Venezuelan Christmas song

"El Burrito Sabanero", or rarely "El Burrito de Belén" is an from Venezuela. It was written by Hugo Blanco for the 1972 Christmas season. The song was first recorded by the Venezuelan folk singer Simón Díaz, included on his record, Las Gaitas de Simon where he was accompanied by the Venezuelan Children's Choir. Later, the children's musical group La Rondallita recorded the song in November 1972. This version gained popularity in Latin America. It has since been recorded many times by popular artists. Nearly 50 years later, "El Burrito de Belén" remains a yuletide favorite, cherished in Latin communities worldwide — and beyond, into the Anglo market of the United States. Billboard magazine included the tune in its 2022 list of the top 100 holiday songs of all time.

==Cover versions==
- Colombian singer-songwriter Juanes recorded his version as the first radio single from the Christmas compilation album Superestrella en Navidades (2008).
- The Bronx-based group Aventura recorded a bachata cover in 2008.
- American singer, actress and talk show host Adrienne Houghton released "El Burrito Sabanero" on her debut solo album New Tradiciones (2017).

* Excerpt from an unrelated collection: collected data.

import { type IncomingHttpHeaders, request } from 'node:http';
import type { z } from 'zod';

export interface Answer {
  readonly status: number;
  readonly headers: IncomingHttpHeaders;
  readonly text: string;
  /** The text read as JSON; undefined where it is none. */
  readonly body: unknown;
  /** The body, read by a schema. */
  read<Schema extends z.ZodType>(schema: Schema): z.output<Schema>;
}

export interface SendOptions {
  /** Sent as JSON. */
  readonly body?: unknown;
  /** Sent as it is. */
  readonly text?: string;
  /** Beside those that a page of the server would send; undefined leaves one of those out. */
  readonly headers?: Readonly<Record<string, string | undefined>>;
}

function parsed(text: string): unknown {
  try {
    return JSON.parse(text) as unknown;
  } catch {
    return undefined;
  }
}

/** Speaks to a server as its own pages would: JSON, a cookie where there is one, the Origin of the server. */
export class HttpClient {
  constructor(
    readonly address: string,
    readonly cookie?: string,
  ) {}

  get(path: string, options?: SendOptions): Promise<Answer> {
    return this.send('GET', path, options);
  }

  post(path: string, body?: unknown, options?: SendOptions): Promise<Answer> {
    return this.send('POST', path, { body, ...options });
  }

  put(path: string, body?: unknown, options?: SendOptions): Promise<Answer> {
    return this.send('PUT', path, { body, ...options });
  }

  patch(path: string, body?: unknown, options?: SendOptions): Promise<Answer> {
    return this.send('PATCH', path, { body, ...options });
  }

  delete(path: string, options?: SendOptions): Promise<Answer> {
    return this.send('DELETE', path, options);
  }

  send(method: string, path: string, { body, text, headers = {} }: SendOptions = {}): Promise<Answer> {
    const content = text ?? (body === undefined ? undefined : JSON.stringify(body));
    const all: Record<string, string | undefined> = {
      'content-length': String(Buffer.byteLength(content ?? '')),
      ...(content === undefined ? {} : { 'content-type': 'application/json' }),
      ...(this.cookie === undefined ? {} : { cookie: this.cookie }),
      origin: this.address,
      ...headers,
    };
    const sent = Object.fromEntries(Object.entries(all).filter(([, value]) => value !== undefined));
    return new Promise((resolve, reject) => {
      const outgoing = request(
        `${this.address}${path}`,
        { method, headers: sent, agent: false },
        (incoming) => {
          const chunks: Buffer[] = [];
          incoming.on('data', (chunk: Buffer) => chunks.push(chunk));
          incoming.on('error', reject);
          incoming.on('end', () => {
            const received = Buffer.concat(chunks).toString();
            const json = parsed(received);
            resolve({
              status: incoming.statusCode ?? 0,
              headers: incoming.headers,
              text: received,
              body: json,
              read: (schema) => schema.parse(json),
            });
          });
        },
      );
      outgoing.on('error', reject);
      outgoing.end(content);
    });
  }
}
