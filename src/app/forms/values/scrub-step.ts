/** Step of a value of which nothing but zero is known. */
const STEP_AT_ZERO = 0.01;

/** One unit of the third significant digit. */
export function scrubStep(value: number): number {
  if (value === 0 || !Number.isFinite(value)) return STEP_AT_ZERO;
  const text = Math.abs(value).toExponential();
  return Number(`1e${Number(text.slice(text.indexOf('e') + 1)) - 2}`);
}

/** The value moved by so many steps, without the dust of binary fractions. */
export function stepped(value: number, steps: number, step = scrubStep(value)): number {
  return Number((value + steps * step).toPrecision(12));
}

- American musician Aloe Blacc released his version titled "Mi Burrito Sabanero" on his 2018 Christmas album Christmas Funk.

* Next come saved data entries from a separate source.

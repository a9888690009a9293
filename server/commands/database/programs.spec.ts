import { existsSync, mkdirSync, mkdtempSync, readFileSync, rmSync, writeFileSync } from 'node:fs';
import { tmpdir } from 'node:os';
import { join } from 'node:path';
import { afterEach, beforeEach, describe, expect, it } from 'vitest';
import { findPrograms, installPrograms } from './programs';

let folder: string;
beforeEach(() => {
  folder = mkdtempSync(join(tmpdir(), 'tareline-programs-'));
});
afterEach(() => rmSync(folder, { recursive: true }));

function install(version: string, programs = ['initdb', 'pg_ctl', 'postgres']): void {
  const bin = join(folder, version, 'bin');
  mkdirSync(bin, { recursive: true });
  for (const program of programs) writeFileSync(join(bin, program), '');
}

describe('findPrograms', () => {
  it('prefers the newest version, by number', () => {
    for (const version of ['9.6', '13', '15', '100']) install(version);
    expect(findPrograms(undefined, folder)?.major).toBe(100);
  });

  it('passes over versions without a server, and those that are too old', () => {
    install('12');
    install('14');
    install('16', ['initdb']);
    expect(findPrograms(undefined, folder)?.major).toBe(14);
  });

  it('finds the version that made the data, or none', () => {
    install('13');
    install('15');
    expect(findPrograms(13, folder)?.control).toBe(join(folder, '13', 'bin', 'pg_ctl'));
    expect(findPrograms(14, folder)).toBeUndefined();
  });

  it('finds none where nothing is installed', () => {
    expect(findPrograms(undefined, join(folder, 'absent'))).toBeUndefined();
  });
});

describe('installPrograms', () => {
  const settingsFolder = () => join(folder, 'createcluster.d');

  function installWith(isRoot: boolean, works: (command: string) => boolean): string[] {
    const commands: string[] = [];
    installPrograms({
      isRoot,
      settingsFolder: settingsFolder(),
      run: (program, args) => {
        const command = [program, args[0]].join(' ');
        commands.push(command);
        if (args[0] === 'install') {
          const setting = readFileSync(join(settingsFolder(), 'tareline.conf'), 'utf8');
          expect(setting).toBe('create_main_cluster = false\n');
        }
        return { succeeded: works(command) };
      },
    });
    return commands;
  }

  it('keeps the packages from starting a server of their own', () => {
    expect(installWith(true, () => true)).toEqual(['apt-get --version', 'apt-get update', 'apt-get install']);
  });

  it('says what to install where it is not permitted, and touches nothing', () => {
    expect(() => installWith(false, () => true)).toThrow(/apt-get install postgresql.*DATABASE_URL/);
    expect(existsSync(settingsFolder())).toBe(false);
  });

  it('says what to install where there is no apt, or it fails', () => {
    expect(() => installWith(true, () => false)).toThrow(/is not installed: install PostgreSQL/);
    expect(() => installWith(true, (command) => command !== 'apt-get install')).toThrow(
      /could not be installed/,
    );
  });
});
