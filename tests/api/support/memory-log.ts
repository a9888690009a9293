import { createLog, type Log } from '../../../server/platform/log';

/** A log whose lines stay in memory. */
export interface MemoryLog {
  readonly log: Log;
  readonly lines: readonly string[];
}

export function memoryLog(): MemoryLog {
  const lines: string[] = [];
  return { log: createLog('debug', { write: (line) => void lines.push(line) }), lines };
}
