import type { Study } from '../../../shared/contracts';
import { liftTableStudy } from './lift-table-study';

/** With margins to be drawn, which take longest, over every corner of the other bands: minutes of work. */
export function endlessStudy(): Study {
  return {
    ...liftTableStudy(),
    map: { x: 'm', y: 'k', columns: 501, rows: 501, measure: 'modulusMargin', others: 'anywhere' },
  };
}

/** A map of modulus margins that keeps a thread busy for seconds. */
export function mapStudy(columns: number, rows = columns): Study {
  return { ...liftTableStudy(), map: { x: 'm', y: 'k', columns, rows, measure: 'modulusMargin' } };
}
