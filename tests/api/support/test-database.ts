import { randomUUID } from 'node:crypto';
import { Client } from 'pg';
import { inject } from 'vitest';
import { TEMPLATE } from './cluster-setup';

/** A database of its own for one test file. */
export interface TestDatabase {
  /** The application's role. */
  readonly url: string;
  readonly ownerUrl: string;
  drop(): Promise<void>;
}

function withDatabase(url: string, database: string): string {
  const changed = new URL(url);
  changed.pathname = `/${database}`;
  return changed.href;
}

async function asAdministrator(statement: string): Promise<void> {
  const client = new Client({ connectionString: inject('cluster').ownerUrl });
  await client.connect();
  try {
    await client.query(statement);
  } finally {
    await client.end();
  }
}

/** @param template what it is a copy of; `template0` for an empty one */
export async function createTestDatabase(template = TEMPLATE): Promise<TestDatabase> {
  const name = `test_${randomUUID().replaceAll('-', '')}`;
  const { ownerUrl, applicationUrl } = inject('cluster');
  await asAdministrator(`create database ${name} template ${template}`);
  return {
    url: withDatabase(applicationUrl, name),
    ownerUrl: withDatabase(ownerUrl, name),
    drop: () => asAdministrator(`drop database if exists ${name} with (force)`),
  };
}
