import { describe, expect, it } from 'vitest';
import { runStudy } from './support/run-study';

// Two masses of 1 kg with a spring of 0.5 to 2 N/m between them, force on the first, position of the second measured.
// Wie & Bernstein 1992, J. Guidance 15(5):1057–1059.
const machine = {
  coordinates: ['x1', 'x2'],
  mass: [
    [1, 0],
    [0, 1],
  ],
  damping: [
    [0, 0],
    [0, 0],
  ],
  stiffness: [
    ['k', '-k'],
    ['-k', 'k'],
  ],
  inputs: { u: [1, 0] },
  outputs: { far: { position: [0, 1] }, near: { position: [1, 0] } },
};
const control = (output: string, kp: number, kd: number) => ({
  law: 'pid',
  input: 'u',
  output,
  kp,
  ki: 0,
  kd,
});
const band = { id: 'k', nominal: 1, low: 0.5, high: 2, minimum: 0 };

describe('the two-mass benchmark', () => {
  it.each([0.5, 1, 2])('has the undamped frequency √(2k) at k = %d', (k) => {
    // Derived: 1 rad/s at k = 0.5, 2 rad/s at k = 2.
    const { nominal } = runStudy({ machine, parameters: [{ id: 'k', nominal: k }] });
    expect(nominal.stable).toBe(false);
    const frequencies = nominal.poles.map(({ im }) => Math.abs(im)).sort((a, b) => b - a);
    expect(frequencies[0]).toBeCloseTo(Math.sqrt(2 * k), 10);
    expect(frequencies[1]).toBeCloseTo(Math.sqrt(2 * k), 10);
    expect(frequencies[2]).toBeCloseTo(0, 6);
  });

  // Derived: s⁴ + 2k s² + k Kd s + k Kp has no s³, so its roots add up to 0 and, with Kd ≠ 0, are not all on the axis.
  it.each([
    [1, 1],
    [0.1, 2],
    [5, 0.01],
    [0.01, -0.3],
  ])('is unstable for every spring under a PD law on the far mass, Kp = %d, Kd = %d', (kp, kd) => {
    for (const k of [0.5, 0.75, 1, 1.5, 2]) {
      const { nominal } = runStudy({
        machine,
        control: control('far', kp, kd),
        parameters: [{ id: 'k', nominal: k }],
      });
      expect(nominal).toMatchObject({
        stable: false,
        gainMargin: null,
        phaseMargin: null,
        modulusMargin: null,
      });
      expect(nominal.decayRate).toBeLessThan(0);
    }
    const { bands, bandStretch, largestPayload } = runStudy({
      machine,
      control: control('far', kp, kd),
      parameters: [band],
      payload: 'k',
    });
    expect(bands).toMatchObject({ verdict: 'fails', requirement: 'stability' });
    expect(bandStretch).toMatchObject({ provedTo: null, failsAt: 0 });
    expect(largestPayload).toMatchObject({ provedTo: null, failsAt: 1 });
  });

  it('is stable for every spring of the band under a PD law on the near mass', () => {
    // Derived: the energy falls through the damper that the law amounts to, and no motion leaves it at rest.
    const { bands, largestPayload } = runStudy({
      machine,
      control: control('near', 1, 1),
      parameters: [band],
      payload: 'k',
      searchUpTo: 1000,
    });
    expect(bands).toEqual({ verdict: 'holds', proof: 'proved' });
    expect(largestPayload).toMatchObject({ provedTo: 1000, failsAt: null });
  });
});
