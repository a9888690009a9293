import { roleOf } from '../../db/roles';
import type { DatabaseConfiguration } from '../../platform/configuration';

/** A database on a server that is not ours. */
export interface ForeignDatabase {
  readonly ownerUrl: string;
  readonly url: string;
  /** The application's role, undefined where it is the owner as well. */
  readonly applicationRole: string | undefined;
}

/** @returns undefined where no foreign server is configured */
export function foreignDatabase({ url, ownerUrl }: DatabaseConfiguration): ForeignDatabase | undefined {
  if (url === undefined) return undefined;
  const owner = ownerUrl ?? url;
  return {
    url,
    ownerUrl: owner,
    applicationRole: roleOf(owner) === roleOf(url) ? undefined : roleOf(url),
  };
}
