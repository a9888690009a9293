import { emailSchema } from '../../../shared/contracts/api';
import { type Db, type Seed, seedIfEmpty } from '../../db';
import type { SignIn } from '../../features/demo';
import { type FirstInvitation, inviteFirstAdministrator } from '../../features/people';
import { type Configuration, servesThisMachineOnly } from '../../platform/configuration';
import { keepSignIns, keptSignIns } from './sign-ins';

export interface FillOptions {
  readonly db: Db;
  readonly configuration: Pick<Configuration, 'http' | 'administratorEmail'>;
  readonly demo: Seed<readonly SignIn[]>;
  /** Where the demo's sign-ins are kept. */
  readonly signInFile: string;
  readonly now: Date;
}

/** How people get in, as far as whoever starts the server must be told. */
export interface WaysIn {
  /** Of the demo; none where it is not there. */
  readonly signIns: readonly SignIn[];
  readonly firstAdministrator: FirstInvitation | undefined;
}

/** An address of the server's own domain; of one that is reserved for no use where it has no such name. */
function administratorAt(origin: string | undefined): string {
  const hostname = origin === undefined ? 'localhost' : new URL(origin).hostname;
  const email = emailSchema.safeParse(`administrator@${hostname}`);
  return email.success ? email.data : 'administrator@tareline.invalid';
}

/**
 * Sees to it that somebody can sign in to a database without people: by an invitation of the first administrator
 * where one is named or the server can be reached from other machines, since the demo's passwords are printed;
 * elsewhere by the demo.
 */
export async function fillEmptyDatabase({
  db,
  configuration: { http, administratorEmail },
  demo,
  signInFile,
  now,
}: FillOptions): Promise<WaysIn> {
  if (administratorEmail !== undefined || !servesThisMachineOnly(http)) {
    const email = administratorEmail ?? administratorAt(http.origin);
    const firstAdministrator = await seedIfEmpty(db, (tx) => inviteFirstAdministrator(tx, { email, now }));
    return { signIns: [], firstAdministrator };
  }
  await seedIfEmpty(db, async (tx) => {
    // Before the transaction ends: else a start that is killed in between leaves people whose passwords nobody knows.
    keepSignIns(signInFile, await demo(tx));
  });
  return { signIns: keptSignIns(signInFile), firstAdministrator: undefined };
}

/** What is printed below the server's address. */
export function firstAdministratorLines(
  address: string,
  { email, token, expiresAt }: FirstInvitation,
): string[] {
  const until = `${expiresAt.toISOString().slice(0, 16).replace('T', ' ')} UTC`;
  return [
    `Nobody is in the organisation yet. The first administrator, ${email}, joins by this link, once, until ${until}:`,
    `${address}/invitation/${token}`,
  ];
}
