import { TriageInput } from '$lib/donors/triage';
import { getTriage, saveTriage } from '$lib/server/donors';
import { change, read } from '$lib/server/people';
import type { RequestEvent } from './$types';

export const GET = read<RequestEvent>('see', (ctx, { params }) => getTriage(ctx, params.donor));

export const POST = change('work', TriageInput, async (ctx, input, { params }: RequestEvent) => {
	await saveTriage(ctx, params.donor, input);
	return { body: await getTriage(ctx, params.donor) };
});
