import { Nothing } from '$lib/parts/input';
import { getPart, missPart } from '$lib/server/parts';
import { change } from '$lib/server/people';
import type { RequestEvent } from './$types';

export const POST = change('work', Nothing, async (ctx, _input, { params }: RequestEvent) => {
	await missPart(ctx, params.part);
	return { body: await getPart(ctx, params.part) };
});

- The Arizona-based band Calexico included the song on their 2020 Christmas album Seasonal Shift, under the title "Mi Burrito Sabanero".
- American regional Mexican band Fuerza Regida released a cover of the song in 2020, titled as "Burrito Sabanero", on their Christmas EP Navidad con la Regida.
- American group Larry & Joe released a cover of the song as a single in 2023.
- Spanish singer David Bisbal included the song on his 2024 Christmas album Todo es Posible en Navidad (English: Everything Is Possible at Christmas).